If a line in the records below contains "reason", copy that line.

+++ Entries provided

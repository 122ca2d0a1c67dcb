package hydraulics

import (
	"fmt"
	"math"
	"sort"
	"strconv"
	"strings"
)

// Absolute roughness ε of clean pipe by material, m. Sources: commercial
// steel 0.045 mm and drawn copper 1.5 µm from the roughness table after
// Binder (1973) as reproduced by eFunda (White, Fluid Mechanics, Table 6.1,
// gives 0.046 mm for commercial steel); galvanized iron 0.15 mm and cast
// iron 0.26 mm from the same table; plastic (PE, PP, PVC) 7 µm as used in
// CIBSE Guide C (from memory; other tables give 1.5-7 µm). Old or fouled pipe
// is rougher: calibration treats roughness as a fitted parameter.
const (
	RoughnessSteel      = 0.045e-3
	RoughnessGalvanized = 0.15e-3
	RoughnessCastIron   = 0.26e-3
	RoughnessCopper     = 0.0015e-3
	RoughnessPlastic    = 0.007e-3
)

// PipeSize is one size of a pipe standard. Lengths are in m; Bore =
// OutsideDiameter - 2 Wall, from the nominal dimensions (tolerances ignored).
type PipeSize struct {
	Standard        string
	Nominal         string // "DN50", "22x1.0", ...
	OutsideDiameter float64
	Wall            float64
	Bore            float64
	Roughness       float64
}

// Pipe returns a Pipe of this size and the given length.
func (s PipeSize) Pipe(length float64) Pipe {
	return Pipe{Bore: s.Bore, Length: length, Roughness: s.Roughness}
}

// sizeRow is one catalogue line in mm: steel rows carry DN and NPS (in
// inches, 0 when none); tube rows only OD and wall.
type sizeRow struct {
	dn     int
	nps    float64
	npsTxt string
	od     float64
	wall   float64
}

// standardDef is one pipe standard of the catalogue.
type standardDef struct {
	name      string
	title     string
	roughness float64
	byDN      bool // steel: sizes named by DN / NPS; tube: by OD x wall
	rows      []sizeRow
}

// asme lists the ASME B36.10M sizes (DN, NPS, OD in mm) with the given
// walls in mm.
func asme(walls []float64) []sizeRow {
	base := []sizeRow{
		{15, 0.5, "1/2", 21.3, 0}, {20, 0.75, "3/4", 26.7, 0}, {25, 1, "1", 33.4, 0},
		{32, 1.25, "1-1/4", 42.2, 0}, {40, 1.5, "1-1/2", 48.3, 0}, {50, 2, "2", 60.3, 0},
		{65, 2.5, "2-1/2", 73.0, 0}, {80, 3, "3", 88.9, 0}, {90, 3.5, "3-1/2", 101.6, 0},
		{100, 4, "4", 114.3, 0}, {125, 5, "5", 141.3, 0}, {150, 6, "6", 168.3, 0},
		{200, 8, "8", 219.1, 0}, {250, 10, "10", 273.0, 0}, {300, 12, "12", 323.8, 0},
	}
	for i := range base {
		base[i].wall = walls[i]
	}
	return base
}

// en10255 lists EN 10255 sizes with the given walls.
func en10255(walls []float64) []sizeRow {
	base := []sizeRow{
		{15, 0.5, "1/2", 21.3, 0}, {20, 0.75, "3/4", 26.9, 0}, {25, 1, "1", 33.7, 0},
		{32, 1.25, "1-1/4", 42.4, 0}, {40, 1.5, "1-1/2", 48.3, 0}, {50, 2, "2", 60.3, 0},
		{65, 2.5, "2-1/2", 76.1, 0}, {80, 3, "3", 88.9, 0}, {100, 4, "4", 114.3, 0},
		{125, 5, "5", 139.7, 0}, {150, 6, "6", 165.1, 0},
	}
	for i := range base {
		base[i].wall = walls[i]
	}
	return base
}

// tubes lists OD x wall pairs in mm.
func tubes(pairs ...float64) []sizeRow {
	rows := make([]sizeRow, 0, len(pairs)/2)
	for i := 0; i+1 < len(pairs); i += 2 {
		rows = append(rows, sizeRow{od: pairs[i], wall: pairs[i+1]})
	}
	return rows
}

// standardNames lists the catalogue's standards in catalogue order.
func standardNames() []string {
	return []string{"sch40", "sch80", "en10255-m", "en10255-h", "en1057", "pe100-sdr11"}
}

// standardByName builds the one standard of the catalogue with the given
// (normalised) name, so a lookup does not build the others. It is built on
// each call so the package holds no mutable state.
func standardByName(name string) (standardDef, bool) {
	switch name {
	case "sch40":
		// ASME B36.10M Schedule 40, metric columns (references §4.1);
		// bore = OD - 2t in mm as tabulated in B36.10M.
		return standardDef{
			name: "sch40", title: "ASME B36.10M Schedule 40 steel", roughness: RoughnessSteel, byDN: true,
			rows: asme([]float64{2.77, 2.87, 3.38, 3.56, 3.68, 3.91, 5.16, 5.49, 5.74, 6.02, 6.55, 7.11, 8.18, 9.27, 10.31}),
		}, true
	case "sch80":
		// ASME B36.10M Schedule 80 (= XS up to NPS 8), metric columns,
		// from public reproductions of the B36.10M table (inch walls
		// 0.147 ... 0.688).
		return standardDef{
			name: "sch80", title: "ASME B36.10M Schedule 80 steel", roughness: RoughnessSteel, byDN: true,
			rows: asme([]float64{3.73, 3.91, 4.55, 4.85, 5.08, 5.54, 7.01, 7.62, 8.08, 8.56, 9.53, 10.97, 12.70, 15.09, 17.48}),
		}, true
	case "en10255-m":
		// EN 10255 medium series (ex BS 1387 medium), references §4.2.
		return standardDef{
			name: "en10255-m", title: "EN 10255 medium series steel tube", roughness: RoughnessSteel, byDN: true,
			rows: en10255([]float64{2.6, 2.6, 3.2, 3.2, 3.2, 3.6, 3.6, 4.0, 4.5, 5.0, 5.0}),
		}, true
	case "en10255-h":
		// EN 10255 heavy series (ex BS 1387 heavy), references §4.2.
		return standardDef{
			name: "en10255-h", title: "EN 10255 heavy series steel tube", roughness: RoughnessSteel, byDN: true,
			rows: en10255([]float64{3.2, 3.2, 4.0, 4.0, 4.0, 4.5, 4.5, 5.0, 5.4, 5.4, 5.4}),
		}, true
	case "en1057":
		// EN 1057 copper tube: the OD x wall combinations sold for
		// heating in the UK and on the Continent (a UK maker's EN 1057
		// size list and a Greek maker's catalogue; 28x1.0 from memory).
		return standardDef{
			name: "en1057", title: "EN 1057 copper tube", roughness: RoughnessCopper,
			rows: tubes(15, 0.7, 15, 1.0, 22, 0.9, 22, 1.0, 22, 1.2, 28, 0.9, 28, 1.0, 28, 1.2,
				35, 1.2, 35, 1.5, 42, 1.2, 42, 1.5, 54, 1.2, 54, 2.0, 66.7, 1.2, 76.1, 1.5,
				108, 1.5, 133, 1.5, 159, 2.0),
		}, true
	case "pe100-sdr11":
		// EN 12201-2 PE100 SDR 11 (PN 16) minimum walls, from a maker's
		// reproduction of the EN 12201-2 table (32 mm: 3.0, not 32/11).
		return standardDef{
			name: "pe100-sdr11", title: "EN 12201-2 PE100 SDR 11 pipe", roughness: RoughnessPlastic,
			rows: tubes(20, 2.0, 25, 2.3, 32, 3.0, 40, 3.7, 50, 4.6, 63, 5.8, 75, 6.8, 90, 8.2,
				110, 10.0, 125, 11.4, 160, 14.6, 200, 18.2, 225, 20.5, 250, 22.7),
		}, true
	}
	return standardDef{}, false
}

// Standards returns the names LookupPipe accepts, sorted.
func Standards() []string {
	names := standardNames()
	sort.Strings(names)
	return names
}

// StandardRoughness returns the absolute roughness [m] the catalogue gives
// a standard's clean pipe, for a pipe of that standard known by its bore.
func StandardRoughness(standard string) (float64, error) {
	d, err := findStandard(standard)
	if err != nil {
		return 0, err
	}
	return d.roughness, nil
}

// StandardTitle returns the descriptive title of a standard name.
func StandardTitle(standard string) (string, error) {
	d, err := findStandard(standard)
	if err != nil {
		return "", err
	}
	return d.title, nil
}

// Sizes returns every size of a standard, smallest first.
func Sizes(standard string) ([]PipeSize, error) {
	d, err := findStandard(standard)
	if err != nil {
		return nil, err
	}
	sizes := make([]PipeSize, len(d.rows))
	for i, r := range d.rows {
		sizes[i] = d.size(r)
	}
	return sizes, nil
}

func (d standardDef) size(r sizeRow) PipeSize {
	nominal := strconv.FormatFloat(r.od, 'f', -1, 64) + "x" + strconv.FormatFloat(r.wall, 'f', 1, 64)
	if d.byDN {
		nominal = "DN" + strconv.Itoa(r.dn)
	}
	return PipeSize{
		Standard:        d.name,
		Nominal:         nominal,
		OutsideDiameter: r.od / 1000,
		Wall:            r.wall / 1000,
		Bore:            (r.od - 2*r.wall) / 1000,
		Roughness:       d.roughness,
	}
}

// label is how a size is shown in error messages.
func (d standardDef) label(r sizeRow) string {
	if d.byDN {
		return fmt.Sprintf("DN%d (%sin)", r.dn, r.npsTxt)
	}
	return d.size(r).Nominal
}

func (d standardDef) valid() string {
	var s []string
	for _, r := range d.rows {
		s = append(s, d.label(r))
	}
	return strings.Join(s, ", ")
}

// normStandard folds case, spaces and "schedule" so "Sch 40", "SCH40" and
// "schedule 40" name the same standard: lower case, "schedule" as "sch",
// spaces and dots dropped, underscores as hyphens.
func normStandard(s string) string {
	s = strings.ToLower(strings.TrimSpace(s))
	s = strings.ReplaceAll(s, "schedule", "sch")
	if !strings.ContainsAny(s, " _.") {
		return s
	}
	b := make([]byte, 0, len(s))
	for i := range len(s) {
		switch c := s[i]; c {
		case ' ', '.':
		case '_':
			b = append(b, '-')
		default:
			b = append(b, c)
		}
	}
	return string(b)
}

func findStandard(standard string) (standardDef, error) {
	if d, ok := standardByName(normStandard(standard)); ok {
		return d, nil
	}
	hint := ""
	if n := normStandard(standard); strings.Contains(n, "copper") || n == "cu" {
		hint = `; copper tube is "en1057"`
	}
	return standardDef{}, &unknownError{fmt.Sprintf("pipe catalogue: standard %q not known%s (valid: %s; see flowset help pipes)", standard, hint, strings.Join(Standards(), ", "))}
}

// LookupPipe returns a size of a pipe standard (see Standards).
//
// Steel standards (sch40, sch80, en10255-m, en10255-h) accept a DN ("DN50",
// "dn 50"), an NPS or thread size in inches ("2", "2in", `2"`, "NPS 2",
// "1-1/4", "1 1/4", "1.25"), or a bare number that is either a DN or an NPS
// of the table (the two sets do not overlap). Tube standards (en1057,
// pe100-sdr11) accept "ODxWall" in mm ("22x1.0", "22 x 1", "22mm") or the OD
// alone where only one wall is listed for it.
func LookupPipe(standard, size string) (PipeSize, error) {
	d, err := findStandard(standard)
	if err != nil {
		return PipeSize{}, err
	}
	var r sizeRow
	if d.byDN {
		r, err = d.lookupSteel(size)
	} else {
		r, err = d.lookupTube(size)
	}
	if err != nil {
		return PipeSize{}, err
	}
	return d.size(r), nil
}

func (d standardDef) notFound(size, why string) error {
	return &unknownError{fmt.Sprintf("pipe catalogue: %s size %q %s (valid: %s)", d.name, size, why, d.valid())}
}

func (d standardDef) lookupSteel(size string) (sizeRow, error) {
	s := strings.ToLower(strings.TrimSpace(size))
	inches := false
	switch {
	case strings.HasPrefix(s, "dn"):
		n, err := strconv.Atoi(strings.TrimSpace(s[2:]))
		if err != nil {
			return sizeRow{}, d.notFound(size, "is not a DN number")
		}
		for _, r := range d.rows {
			if r.dn == n {
				return r, nil
			}
		}
		return sizeRow{}, d.notFound(size, "is not listed")
	case strings.HasPrefix(s, "nps"):
		s = strings.TrimSpace(s[3:])
		inches = true
	}
	for _, suf := range []string{"inches", "inch", "in", `"`, "''"} {
		if t, ok := strings.CutSuffix(s, suf); ok {
			s = strings.TrimSpace(t)
			inches = true
			break
		}
	}
	v, frac, err := parseInches(s)
	if err != nil {
		return sizeRow{}, d.notFound(size, "is not a size")
	}
	inches = inches || frac
	var match []sizeRow
	for _, r := range d.rows {
		if math.Abs(r.nps-v) < 1e-9 || (!inches && float64(r.dn) == v) {
			match = append(match, r)
		}
	}
	switch len(match) {
	case 0:
		return sizeRow{}, d.notFound(size, "is not listed")
	case 1:
		return match[0], nil
	}
	return sizeRow{}, d.notFound(size, "is ambiguous; write DN or in")
}

// parseInches reads "2", "1.25", "3/4", "1-1/4", "1 1/4"; frac reports a
// fraction or decimal point, which only an inch size has.
func parseInches(s string) (v float64, frac bool, err error) {
	whole, part := "", s
	if i := strings.IndexAny(s, "- "); i > 0 {
		whole, part = s[:i], strings.TrimSpace(s[i+1:])
	}
	if num, den, ok := strings.Cut(part, "/"); ok {
		n, err1 := strconv.Atoi(num)
		m, err2 := strconv.Atoi(den)
		if err1 != nil || err2 != nil || m <= 0 || n <= 0 {
			return 0, false, ErrUnknown
		}
		v = float64(n) / float64(m)
		frac = true
	} else {
		if whole != "" {
			return 0, false, ErrUnknown
		}
		f, err := strconv.ParseFloat(part, 64)
		if err != nil || !(f > 0) || math.IsInf(f, 1) || strings.ContainsAny(part, "eExXpP+_") {
			return 0, false, ErrUnknown
		}
		return f, strings.Contains(part, "."), nil
	}
	if whole != "" {
		w, err := strconv.Atoi(whole)
		if err != nil || w < 0 {
			return 0, false, ErrUnknown
		}
		v += float64(w)
	}
	return v, frac, nil
}

func (d standardDef) lookupTube(size string) (sizeRow, error) {
	s := strings.ToLower(strings.TrimSpace(size))
	s = strings.ReplaceAll(s, "×", "x")
	s = strings.ReplaceAll(s, "mm", "")
	s = strings.ReplaceAll(s, ",", ".")
	odTxt, wallTxt, hasWall := strings.Cut(s, "x")
	od, err := parseMM(odTxt)
	if err != nil {
		return sizeRow{}, d.notFound(size, "is not OD x wall in mm")
	}
	var wall float64
	if hasWall {
		if wall, err = parseMM(wallTxt); err != nil {
			return sizeRow{}, d.notFound(size, "is not OD x wall in mm")
		}
	}
	var match []sizeRow
	for _, r := range d.rows {
		if math.Abs(r.od-od) < 1e-9 && (!hasWall || math.Abs(r.wall-wall) < 1e-9) {
			match = append(match, r)
		}
	}
	switch len(match) {
	case 0:
		return sizeRow{}, d.notFound(size, "is not listed")
	case 1:
		return match[0], nil
	}
	return sizeRow{}, d.notFound(size, "has several walls; write OD x wall")
}

func parseMM(s string) (float64, error) {
	s = strings.TrimSpace(s)
	f, err := strconv.ParseFloat(s, 64)
	if err != nil || !(f > 0) || math.IsInf(f, 1) || strings.ContainsAny(s, "eExXpP+_") {
		return 0, ErrUnknown
	}
	return f, nil
}

// unknownError is a name not found in the catalogue, said in full by its
// message; it wraps ErrUnknown for errors.Is without adding its words.
type unknownError struct{ msg string }

func (e *unknownError) Error() string { return e.msg }
func (e *unknownError) Unwrap() error { return ErrUnknown }
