// Validate reports whether the pump's curve and speed are usable.
func (p Pump) Validate() error {
	if !(p.Speed >= 0) || math.IsInf(p.Speed, 1) {
		return fmt.Errorf("pump: speed ratio %g must be positive: %w", p.Speed, ErrInvalid)
	}
	return p.Curve.AtSpeed(p.speed()).Validate()
}

// Drop implements Element: dp = -ρ g H(q) with the head of the curve at
// speed, limited as described for headLimited so d(dp)/dq stays positive.
func (p Pump) Drop(q float64, f fluid.State) (dp, slope float64) {
	h, dh := p.Curve.AtSpeed(p.speed()).headLimited(q)
	rg := f.Density * StandardGravity
	return -rg * h, -rg * dh
}

// HydraulicPower returns the power q·dp [W] given to (or taken from) the
// liquid by a flow q [m3/s] through a pressure difference dp [Pa].
func HydraulicPower(q, dp float64) float64 { return q * dp }

// ShaftPower returns the power [W] a pump's shaft needs to raise flow q
// [m3/s] by dp [Pa] at efficiency in (0, 1].
func ShaftPower(q, dp, efficiency float64) (float64, error) {
	if !(efficiency > 0 && efficiency <= 1) {
		return 0, fmt.Errorf("shaft power: efficiency %g outside (0, 1]: %w", efficiency, ErrOutOfRange)
	}
	return q * dp / efficiency, nil
}

// TrimDiameterRatio returns the impeller diameter ratio D2/D1 <= 1 for which
// the curve, scaled by the affinity laws for diameter (Q ∝ D, H ∝ D²),
// passes through the duty point (q [m3/s], h [m]): the positive root of A0
// d² + A1 q d + A2 q² = h. The diameter affinity laws are an approximation
// (the impeller's geometry changes as it is cut); they are typically within
// a few per cent for trims of up to about 10 %, and predict too small a cut
// beyond that, so trim in steps and re-test.
func TrimDiameterRatio(c PumpCurve, q, h float64) (float64, error) {
	if !(q >= 0) || !(h > 0) || math.IsInf(q, 1) || math.IsInf(h, 1) {
		return 0, fmt.Errorf("impeller trim: duty point (%g m3/s, %g m) must have positive head and non-negative flow: %w", q, h, ErrInvalid)
	}
	if !(c.A0 > 0) {
		return 0, fmt.Errorf("impeller trim: shut-off head %g m must be positive: %w", c.A0, ErrInvalid)
	}
	b := c.A1 * q
	cc := c.A2*q*q - h
	disc := b*b - 4*c.A0*cc
	if disc < 0 {
		return 0, fmt.Errorf("impeller trim: no trimmed curve passes through (%g m3/s, %g m): %w", q, h, ErrOutOfRange)
	}
	d := (-b + math.Sqrt(disc)) / (2 * c.A0)
	if !(d > 0) {
		return 0, fmt.Errorf("impeller trim: no trimmed curve passes through (%g m3/s, %g m): %w", q, h, ErrOutOfRange)
	}
	if d > 1 {
		return 0, fmt.Errorf("impeller trim: duty point (%g m3/s, %g m) lies above the full-diameter curve (ratio %.4f): %w", q, h, d, ErrOutOfRange)
	}
	return d, nil
}

// ControllerDroop is the relative rise of the flow a DiffController
// passes when it throttles a drop equal to its set point (see
// DiffController; a numerical choice, no source).
const ControllerDroop = 1e-4

// ControlDroop is the fall of a ControlledPump's held differential across
// its curve's flow range, as a fraction of the set point: 0.1 %, far below
// what a differential gauge resolves (±1 % of reading at best), but a
// non-zero slope keeps the network Jacobian definite where the drive holds
// the differential flat (a numerical choice, no source).
const ControlDroop = 1e-3

// ControlledPump is a variable-speed pump whose drive holds the differential
// SetPoint across it while it can and runs at MaxSpeed on its curve when it
// cannot: its pressure rise is min(SetPoint, ρ g H_max(q)), H_max the curve
// at MaxSpeed by the affinity laws (with the slope limits of Pump). The
// differential sensor is taken to sit across the pump.
//
// Set, when it has members, is a set of pumps the drives run together
// (their speed ratio the set's) in place of Curve: the set's combined
// curve at MaxSpeed bounds the pressure rise.
type ControlledPump struct {
	Curve    PumpCurve // at rated speed
	MaxSpeed float64   // N/N_curve the drive allows; 0 means 1
	SetPoint float64   // Pa
	Set      PumpSet
}

// flatOut returns the pump (or set) at its maximum speed.
func (p ControlledPump) flatOut() Element {
	if len(p.Set.Members) > 0 {
		return p.Set.AtSpeed(p.maxSpeed())
	}
	return Pump{Curve: p.Curve, Speed: p.maxSpeed()}
}

func (p ControlledPump) maxSpeed() float64 {
	if p.MaxSpeed == 0 {
		return 1
	}
	return p.MaxSpeed
}

// Validate reports whether the pump can serve as an element.
func (p ControlledPump) Validate() error {
	if !(p.SetPoint > 0) || math.IsInf(p.SetPoint, 1) {
		return fmt.Errorf("controlled pump: set point %g Pa must be positive: %w", p.SetPoint, ErrInvalid)
	}
	if len(p.Set.Members) > 0 {
		return p.Set.AtSpeed(p.maxSpeed()).Validate()
	}
	return Pump{Curve: p.Curve, Speed: p.maxSpeed()}.Validate()
}

// droopSlope is the held differential's fall per flow, Pa s/m3.
func (p ControlledPump) droopSlope() float64 {
	if len(p.Set.Members) > 0 {
		if qref := p.Set.AtSpeed(p.maxSpeed()).RefFlow(); qref > 0 {
			return ControlDroop * p.SetPoint / qref
		}
		return 0
	}
	c := p.Curve.AtSpeed(p.maxSpeed())
	qref := c.QMax
	if !(qref > 0) {
		if q, err := c.MaxFlow(); err == nil && q > 0 {
			qref = q
		}
	}
	if !(qref > 0) {
		return 0
	}
	return ControlDroop * p.SetPoint / qref
}

// Drop implements Element: the negative of the pressure rise.
func (p ControlledPump) Drop(q float64, f fluid.State) (dp, slope float64) {
	mx, mxSlope := p.flatOut().Drop(q, f)
	s := p.droopSlope()
	held := -p.SetPoint + s*q
	if mx > held {
		return mx, mxSlope
	}
	return held, s
}

// Most returns the pressure rise the pump gives at flow q at its maximum
// speed, Pa: the highest set point it can hold there.
func (p ControlledPump) Most(q float64, f fluid.State) float64 {
	mx, _ := p.flatOut().Drop(q, f)
	return -mx
}

// Saturated reports whether at flow q the drive runs flat out (the pump
// cannot give the set point).
func (p ControlledPump) Saturated(q float64, f fluid.State) bool {
	mx, _ := p.flatOut().Drop(q, f)
	return mx > -p.SetPoint+p.droopSlope()*q
}

// SpeedFor returns the speed ratio at which curve c gives pressure rise dp
// [Pa] at flow q [m3/s] by the affinity laws: the positive root s of
// A0 s² + A1 q s + A2 q² = dp/(ρ g). It returns NaN where no positive speed
// gives it.
func SpeedFor(c PumpCurve, q, dp float64, f fluid.State) float64 {
	h := dp / (f.Density * StandardGravity)
	a, b, cc := c.A0, c.A1*q, c.A2*q*q-h
	if !(a > 0) {
		return math.NaN()
	}
	d := b*b - 4*a*cc
	if d < 0 {
		return math.NaN()
	}
	// The larger root, written to avoid cancellation when b > 0.
	var s float64
	if b <= 0 {
		s = (-b + math.Sqrt(d)) / (2 * a)
	} else {
		s = -2 * cc / (b + math.Sqrt(d))
	}
	if !(s > 0) {
		return math.NaN()
	}
	return s
}
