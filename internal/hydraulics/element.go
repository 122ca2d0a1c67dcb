// Package hydraulics holds the pressure-drop laws of the parts of a water
// circuit: pipes (Darcy-Weisbach with Colebrook-White), fittings, terminal
// units, balancing and control valves, and pumps. Each element gives its
// pressure drop at a flow and the derivative needed by Newton's method.
//
// Flows are volumetric in m3/s, pressures in Pa, lengths in m.
package hydraulics

import "flowset/internal/fluid"

// Element is one part of a circuit through which water flows.
//
// Drop returns the pressure drop dp [Pa] in the direction of the flow q
// [m3/s] and its derivative slope = d(dp)/dq [Pa s/m3]. Drop is odd in q
// (Drop(-q) = -Drop(q)) so reversed flow is handled; slope is never negative
// for a passive element. A pump returns a negative drop (a gain).
type Element interface {
	Drop(q float64, f fluid.State) (dp, slope float64)
}
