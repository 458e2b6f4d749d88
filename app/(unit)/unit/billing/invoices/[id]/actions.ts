"use server";

import { revalidatePath } from "next/cache";
import { createCreditNote, describeCreditNote } from "@/lib/billing/credit-notes";
import { closeInvoice } from "@/lib/billing/payments";
import { defineAction } from "@/lib/http/action";
import { closeInvoiceFormSchema, creditNoteFormSchema, decimalToMinor } from "./schemas";

// Finance's changes to one invoice: a credit note, voiding it or writing it off.

export const createCreditNoteAction = defineAction("billing.manage", creditNoteFormSchema, async ({ db, user }, input) => {
  const settlement = input.settlement === "" ? undefined : input.settlement;
  const note = await createCreditNote(
    db,
    user,
    input.invoiceId,
    input.kind === "lines"
      ? {
          kind: "lines",
          lines: input.lines.filter((l) => Number(l.quantity) > 0).map((l) => ({ lineId: l.lineId, quantity: Number(l.quantity) })),
          reason: input.reason,
          settlement,
        }
      : { kind: "amount", amountMinor: decimalToMinor(input.amount), description: input.description, reason: input.reason, settlement },
  );
  const invoice = await db.selectFrom("invoices").select("currency").where("id", "=", input.invoiceId).executeTakeFirstOrThrow();
  revalidatePath(`/unit/billing/invoices/${input.invoiceId}`);
  return { ...note, message: describeCreditNote(note, invoice.currency) };
});

export const closeInvoiceAction = defineAction("billing.manage", closeInvoiceFormSchema, async ({ db, user }, input) => {
  const result = await closeInvoice(db, user, input.invoiceId, { to: input.to, reason: input.reason });
  revalidatePath(`/unit/billing/invoices/${input.invoiceId}`);
  return result;
});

++++++

▸ **Written solution**
          reason: input.reason,
      : { kind: "amount", amountMinor: decimalToMinor(input.amount), description: input.description, reason: input.reason, settlement },
  const result = await closeInvoice(db, user, input.invoiceId, { to: input.to, reason: input.reason });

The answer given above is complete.